Evaluating Chinese Large Language Models: The Influence of Persona Assignment on Stereotypes and Safeguards
For developers and users of Chinese LLMs, this work provides a structured framework to assess and mitigate persona-induced safety risks, addressing a gap in non-Western contexts.
This paper analyzes persona-driven toxicity in Chinese LLMs, finding significant disparities in refusal behavior and toxicity amplification across four models using over 1.4 million texts. It demonstrates that an iterative mitigation strategy can reduce highly toxic outputs without retraining.
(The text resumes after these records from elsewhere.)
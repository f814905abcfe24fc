"""The registry of layer kinds: one record per kind the walker recognises, and one rank-r builder.

The lower-rank copy (:func:`at_rank`) is checked against numpy's SVD of the layer's matrix: truncating the
product B @ A to rank k gives the best rank-k approximation (Eckart-Young-Mirsky), so the copy's product must
equal numpy's rank-k truncation of the full-rank layer's matrix.
"""

from __future__ import annotations

import numpy as np
import pytest
import torch
from torch import nn

from factorize import decompose
from factorize.model.sites import KINDS, matrix_of
from factorize.rewrite.kinds import layer_kind, registered_kinds
from factorize.rewrite.layers import at_rank, factor_module, to_dense
from tests.rewrite.test_layers import CASES


def test_every_kind_of_the_walker_has_one_record():
    assert sorted(registered_kinds()) == sorted(KINDS)
    assert all(layer_kind(k).name == k for k in KINDS)


def test_an_unknown_kind_is_refused():
    with pytest.raises(ValueError, match="unknown kind 'lstm'"):
        layer_kind("lstm")


@pytest.mark.parametrize("kind,make,inputs", CASES)
def test_at_rank_is_the_truncated_svd_and_keeps_the_layer_shape(kind, make, inputs):
    torch.manual_seed(0)
    module = make().double()
    W = matrix_of(module, kind).detach()
    spec = decompose(W, precision="float64")
    full = factor_module(module, kind, *spec.factors(spec.computed_rank))
    k = max(1, spec.computed_rank // 2)
    lower = at_rank(full, *spec.factors(k))
    assert lower.rank == k and full.rank == spec.computed_rank  # the original is not modified
    U, s, Vt = np.linalg.svd(W.numpy(), full_matrices=False)  # reference: numpy's SVD
    np.testing.assert_allclose(lower.product().detach().numpy(), (U[:, :k] * s[:k]) @ Vt[:k], atol=1e-10)
    assert lower.weight.shape == module.weight.shape  # the replaced module's layout
    assert type(to_dense(lower)) is type(module)
    x = inputs()
    x = x.double() if x.is_floating_point() else x
    assert lower(x).shape == module(x).shape


def test_at_rank_keeps_a_frozen_layer_frozen():
    module = nn.Embedding(20, 6)
    module.weight.requires_grad_(False)
    spec = decompose(matrix_of(module, "embedding").detach(), precision="float64")
    layer = factor_module(module, "embedding", *spec.factors(6))
    lower = at_rank(layer, *spec.factors(3))
    assert not any(p.requires_grad for p in lower.parameters())
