"""Models for the coverage test: transformers classes built from tiny configs (random weights, no download) and
plain torch models. Each entry: name -> (build() -> model in eval mode, batch(), fast?)."""

from __future__ import annotations

import torch
from torch import nn

V = 99  # vocabulary of the tiny text models


def _ids(n=2, t=7):
    return torch.randint(3, V, (n, t), generator=torch.Generator().manual_seed(1))


def _pixels(n=2, c=3, s=32):
    return torch.randn(n, c, s, s, generator=torch.Generator().manual_seed(2))


def _tf(cls_name: str, config_name: str, **config):
    import transformers

    cfg = getattr(transformers, config_name)(**config)
    return getattr(transformers, cls_name)(cfg)


TEXT = dict(vocab_size=V, hidden_size=32, num_hidden_layers=2, num_attention_heads=4, intermediate_size=37)
DECODER = dict(TEXT, num_key_value_heads=2, max_position_embeddings=64)


def _whisper_batch():
    g = torch.Generator().manual_seed(3)
    return {"input_features": torch.randn(1, 8, 32, generator=g), "decoder_input_ids": _ids(1, 5)}


TRANSFORMERS = {
    "BERT": (lambda: _tf("BertModel", "BertConfig", **TEXT), lambda: {"input_ids": _ids()}, True),
    "DistilBERT": (lambda: _tf("DistilBertModel", "DistilBertConfig", vocab_size=V, dim=32, n_layers=2, n_heads=4,
                               hidden_dim=37), lambda: {"input_ids": _ids()}, False),
    "RoBERTa": (lambda: _tf("RobertaModel", "RobertaConfig", **TEXT, pad_token_id=1), lambda: {"input_ids": _ids()},
                False),
    "GPT-2": (lambda: _tf("GPT2LMHeadModel", "GPT2Config", vocab_size=V, n_embd=32, n_layer=2, n_head=4,
                          n_positions=64, bos_token_id=1,
                          eos_token_id=2), lambda: {"input_ids": _ids()}, True),
    "Llama": (lambda: _tf("LlamaForCausalLM", "LlamaConfig", **DECODER), lambda: {"input_ids": _ids()}, True),
    "Mistral": (lambda: _tf("MistralForCausalLM", "MistralConfig", **DECODER), lambda: {"input_ids": _ids()}, False),
    "Qwen2": (lambda: _tf("Qwen2ForCausalLM", "Qwen2Config", **DECODER), lambda: {"input_ids": _ids()}, False),
    "Gemma": (lambda: _tf("GemmaForCausalLM", "GemmaConfig", **DECODER, head_dim=8), lambda: {"input_ids": _ids()},
              False),
    "Phi": (lambda: _tf("PhiForCausalLM", "PhiConfig", **DECODER), lambda: {"input_ids": _ids()}, False),
    "T5": (lambda: _tf("T5Model", "T5Config", vocab_size=V, d_model=32, d_kv=8, d_ff=37, num_layers=2, num_heads=4),
           lambda: {"input_ids": _ids(), "decoder_input_ids": _ids(2, 4)}, True),
    "Whisper": (lambda: _tf("WhisperModel", "WhisperConfig", vocab_size=V, d_model=32, encoder_layers=1,
                            decoder_layers=1, encoder_attention_heads=4, decoder_attention_heads=4,
                            encoder_ffn_dim=37, decoder_ffn_dim=37, num_mel_bins=8, max_source_positions=16,
                            max_target_positions=32, pad_token_id=0, bos_token_id=1,
                            eos_token_id=2, decoder_start_token_id=1), _whisper_batch, True),
    "ViT": (lambda: _tf("ViTModel", "ViTConfig", image_size=16, patch_size=4, hidden_size=32, num_hidden_layers=2,
                        num_attention_heads=4, intermediate_size=37), lambda: _pixels(s=16), True),
    "CLIP": (lambda: _tf("CLIPModel", "CLIPConfig",
                         text_config=dict(vocab_size=V, bos_token_id=1, eos_token_id=2, pad_token_id=0, hidden_size=32,
                                          num_hidden_layers=1, num_attention_heads=4, intermediate_size=37,
                                          max_position_embeddings=16),
                         vision_config=dict(image_size=16, patch_size=4, hidden_size=32, num_hidden_layers=1,
                                            num_attention_heads=4, intermediate_size=37), projection_dim=16),
             lambda: {"input_ids": _ids(), "pixel_values": _pixels(s=16)}, False),
    "Wav2Vec2": (lambda: _tf("Wav2Vec2Model", "Wav2Vec2Config", hidden_size=32, num_hidden_layers=2,
                             num_attention_heads=4, intermediate_size=37, conv_dim=(16, 16), conv_stride=(4, 2),
                             conv_kernel=(8, 4), num_conv_pos_embeddings=16, num_conv_pos_embedding_groups=2),
                 lambda: torch.randn(1, 400, generator=torch.Generator().manual_seed(4)), False),
    "ResNet": (lambda: _tf("ResNetModel", "ResNetConfig", embedding_size=16, hidden_sizes=[16, 32], depths=[1, 1],
                           layer_type="basic"), _pixels, False),
    "ConvNeXt": (lambda: _tf("ConvNextModel", "ConvNextConfig", num_stages=2, hidden_sizes=[16, 32], depths=[1, 1]),
                 _pixels,
                 False),
    "MobileNetV2": (lambda: _tf("MobileNetV2Model", "MobileNetV2Config", image_size=32, depth_multiplier=0.35),
                    _pixels, True),
}


class MLP(nn.Module):
    def __init__(self):
        super().__init__()
        self.net = nn.Sequential(nn.Linear(20, 64), nn.ReLU(), nn.Linear(64, 64), nn.ReLU(), nn.Linear(64, 10))

    def forward(self, x):
        return self.net(x)


class CNN(nn.Module):
    def __init__(self, conv=nn.Conv2d, groups=1, channels=3):
        super().__init__()
        self.c1 = conv(channels, 16, 3, padding=1)
        self.c2 = conv(16, 32, 3, padding=1, groups=groups)
        self.head = nn.Linear(32, 10)

    def forward(self, x):
        h = torch.relu(self.c2(torch.relu(self.c1(x))))
        return self.head(h.flatten(2).mean(-1))


class UpCNN(nn.Module):  # transposed convolutions, as in decoders and segmentation heads
    def __init__(self):
        super().__init__()
        self.down = nn.Conv2d(3, 16, 3, stride=2, padding=1)
        self.up = nn.ConvTranspose2d(16, 8, 2, stride=2)
        self.up1 = nn.ConvTranspose1d(8, 8, 2, stride=2)
        self.head = nn.Linear(8, 10)

    def forward(self, x):
        h = self.up(torch.relu(self.down(x)))  # (n, 8, 32, 32)
        return self.head(self.up1(h.mean(-1)).mean(-1))


class Attn(nn.Module):
    def __init__(self):
        super().__init__()
        self.embed = nn.Embedding(V, 32)
        self.attn = nn.MultiheadAttention(32, 4, batch_first=True)
        self.head = nn.Linear(32, 10)

    def forward(self, ids):
        h = self.embed(ids)
        return self.head(self.attn(h, h, h, need_weights=False)[0])


class Encoder(nn.Module):
    def __init__(self):
        super().__init__()
        self.embed = nn.Embedding(V, 32)
        layer = nn.TransformerEncoderLayer(32, 4, 64, batch_first=True)
        self.enc = nn.TransformerEncoder(layer, 2, enable_nested_tensor=False)
        self.head = nn.Linear(32, 10)

    def forward(self, ids):
        return self.head(self.enc(self.embed(ids)))


class Recurrent(nn.Module):
    def __init__(self):
        super().__init__()
        self.embed = nn.Embedding(V, 32)
        self.lstm = nn.LSTM(32, 32, batch_first=True)
        self.gru = nn.GRU(32, 32, batch_first=True)
        self.head = nn.Linear(32, 10)

    def forward(self, ids):
        return self.head(self.gru(self.lstm(self.embed(ids))[0])[0])


TORCH = {
    "MLP": (MLP, lambda: torch.randn(8, 20, generator=torch.Generator().manual_seed(5)), True),
    "CNN": (CNN, _pixels, True),
    "TransformerEncoder": (Encoder, _ids, True),
    "MultiheadAttention": (Attn, _ids, True),
    "LSTM/GRU": (Recurrent, _ids, True),
    "grouped conv": (lambda: CNN(groups=4), _pixels, True),
    "ConvTranspose1d/2d": (UpCNN, _pixels, True),
    "Conv3d": (lambda: CNN(conv=nn.Conv3d), lambda: torch.randn(1, 3, 8, 8, 8), True),
}

ZOO = {**TRANSFORMERS, **TORCH}


def build(name: str):
    make, batch, _ = ZOO[name]
    torch.manual_seed(0)
    return make().eval(), batch()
Recent research has highlighted that assigning specific personas to large language models (LLMs) can significantly increase harmful content generation. However, limited attention has been given to persona-driven toxicity in non-Western contexts, particularly in Chinese-based LLMs. In this paper, we perform a large-scale, cross-model analysis of refusal behavior and persona-driven toxicity amplification across four Chinese LLMs, leveraging a comprehensive dataset of over 1,400,000 generated texts. We identify significant disparities in persona-driven refusal behavior, including systematic gender differences in refusal triggering across the evaluated Chinese LLMs. Furthermore, we provide quantitative evidence of persona-driven toxicity amplification with respect to model default baselines. We show that this amplification--whose magnitude varies substantially across models--is driven by interactions across several factors, involving persona conditioning, prompting strategy, target social group, and model-specific safety mechanisms. Leveraging model-specific regression analyses, we systematically characterize how persona categories, target social groups, and prompt templates independently and jointly shape both refusal behavior and output toxicity. As a complementary case study, we further explore an iterative, evaluator-guided mitigation strategy based on model feedback with an external LLM evaluator, demonstrating that highly toxic outputs can be substantially reduced without costly model retraining. Overall, our findings highlight the importance of culturally contextualized safety evaluations for Chinese-language LLMs and provide a structured framework for assessing persona-induced risks and exploratory mitigation strategies in LLM-generated content.